Now imagine you are writing an essay on what the brain does during nightmares that will be given to elementary students. In this case, you will definitely not include complex vocabulary or scientific terms. Instead, you would simplify the concepts and explain it in a way an elementary student would understand. This is the importance of audience. Writing for experts in a field is completely different than writing for someone who has never even heard of the topic before.

Now that you see how important your audience is to your writing, there are two basic types of writings that depend on the audience: informal, which is more casual or natural, and formal, which follows precise rules and conventions. If your audience is a friend, family member or someone you know well, then an informal tone is appropriate. An example of an informal essay would be one describing the worst nightmare you had ever had. On the other hand, if your audience is a teacher, professor or academic publication, then a more formal tone is appropriate. For this case, an essay on how the brain works and what it does during sleep and dreaming would be more appropriate.

If you don't know if you should write formally or informally, think about who will be reading this essay. Is it designed to appeal to your friends and people who know you well? Or is it for a teacher or professor who will be looking for an academic tone?

Informal Essays

If you decided your essay is informal, there are some guidelines that will help you address your audience. First, you must keep your purpose in mind. Usually, the purpose for an informal writing is to express a thought or feeling. You are not trying to teach or enlighten your reader; instead, you are trying to express yourself. Also, in this type of essay, your topic is most likely something very personal. In the previous example, writing about your worst nightmare is a very personal topic. It involves you expressing a story as if you were in the story. In this case, include your fear or anxiety and describe how you jumped out of bed sweating and yelling. Check your informal essay for those personal views and feelings in order to support your main idea.

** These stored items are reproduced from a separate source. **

def test_acdd_1_3_misses_only_what_is_by_design(derived_demo, monkeypatch):
    from .test_outputs import ACDD_EXPECTED_MISSING_ATTRS, _check

    _, out, _, _ = derived_demo
    scored, failed = _check(out / "derived_vgpm_2025-04.nc", "acdd:1.3", monkeypatch)
    points = (scored["scored_points"], scored["possible_points"])
    missing, unexpected, no_standard_name = set(), [], set()
    for r in failed:
        if r.name == "Global Attributes":
            missing |= {m.removesuffix(" not present") for m in r.msgs}
        elif r.name in {"geospatial_lat_extents_match", "geospatial_lon_extents_match",
                        "time_coverage_extents_match"}:
            continue  # cell edges and month bounds, as for the month maps (test_outputs)
        elif r.name.startswith('variable "') and r.msgs == ["standard_name"]:
            no_standard_name.add(r.name.split('"')[1])
        else:
            unexpected.append((r.name, r.msgs))
    assert unexpected == [], f"{points}: {unexpected}"
    assert missing <= ACDD_EXPECTED_MISSING_ATTRS, missing - ACDD_EXPECTED_MISSING_ATTRS
    # compliance-checker 6.1.0: 89/112 points. Below the month maps' 79/94 only by one point
    # per variable for a standard name: the CF table has none for export production,
    # nutrient demand or oxygen production (the nearest, the sinking mole flux of
    # particulate organic carbon, is an amount per second at a depth), and none is invented
    assert no_standard_name == DEMO_VARIABLES - {"crs", "time_bnds", "lat_bnds", "lon_bnds"}
    assert points[0] / points[1] >= 0.75, points


# --------------------------------------------------------------------------------------------
# faults
# --------------------------------------------------------------------------------------------


@pytest.mark.parametrize(("table", "problem"), [
    ('export = ["laws2011", "martin1987"]',
     '`export`: unknown method(s) "martin1987"; choose from "laws2011", "dunne2005", '
     '"henson2011"'),
    ("export = []", '`export` must be a list of export methods ("laws2011", "dunne2005", '
                    '"henson2011"), not []'),
    ("quotient = 9", '`quotient` must be "ammonium", "nitrate" or a number between 0.5 and 3, '
                     "not 9"),
    ('quotient = "urea"', '`quotient` must be "ammonium", "nitrate" or a number between 0.5 '
                          'and 3, not "urea"'),
    ("models = []", "`models` must be a non-empty list of model names (strings), not []"),
    ("model = 1", "unknown key(s) model; allowed: export, models, quotient"),
])
def test_bad_derived_key_one_line_exit_1(demo_copy, table, problem):
    cfg, out = demo_copy
    cfg.write_text(cfg.read_text() + f"\n[derived]\n{table}\n")
    with pytest.raises(ConfigError) as err:
        load_config(cfg)
    assert str(err.value) == f"{cfg} [derived]: {problem}"
    before = folder_bytes(out)
    res = _derive(cfg)
    assert _error(res) == f"euphotic: error: {cfg} [derived]: {problem}\n"
    assert folder_bytes(out) == before


@pytest.mark.parametrize(("args", "message"), [
    (["--export", "martin1987"], "--export: unknown export method(s) 'martin1987'; choose from "
                                 "laws2011, dunne2005, henson2011"),
    (["--quotient", "0.2"], '--quotient: expected "ammonium", "nitrate" or a number between '
                            "0.5 and 3 (mol O2 per mol C), not '0.2'"),
    (["--model", "cafe"], "--model: {out}: no maps of model(s) cafe in this run (it has vgpm, "
                          "eppley_vgpm, pi_platt, cbpm)"),
])
def test_bad_options_one_line_exit_1_folder_unchanged(demo_copy, args, message):
    cfg, out = demo_copy
    before = folder_bytes(out)
    res = _derive(cfg, *args)
    assert _error(res) == f"euphotic: error: {message.format(out=out)}\n"
    assert folder_bytes(out) == before


def test_no_run_in_the_folder(demo_copy, tmp_path):
    cfg, _ = demo_copy
    empty = tmp_path / "nothing"
    res = _derive(cfg, "-o", empty)
    assert _error(res) == f"euphotic: error: no euphotic run in {empty}: no such folder\n"
    assert not empty.exists()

Also, in informal essays, you can use personal pronouns, which are I, me and my. Usually, informal essays are written in first person point of view, which means the speaker is a part of the story. The essay will likely be told from your perspective as the writer and narrator. It makes sense to then use a language that keeps you inside the story. For example, a formal essay might state, 'A nightmare of that intensity brings on fear and anxiety in the dreamer'. This is a very objective point of view. For an informal essay, instead write, 'My nightmare was so intense, I feared getting back into bed'. This statement better expresses the personal feeling of fear and uses personal pronouns to keep you, as the narrator, in the story.

Last, for informal essays, you should use everyday language, which is how you normally speak. You don't need to pack your essay with academic vocabulary. Along with this looser use of language is a looser adherence to format. The rigid guidelines for structure, which include an introductory paragraph, followed by body paragraphs and ending with a concluding paragraph, are not necessary. You are able to use a more natural flow in informal essays. You may not need to have a whole paragraph to introduce your topic. A sentence or two might suffice. In addition, your other paragraphs might follow a looser order. Overall, you are free to choose the structure to suit your purpose. If you use personal pronouns to express your thoughts and feelings with a free flowing essay, then your informal audience will appreciate your views and expressions.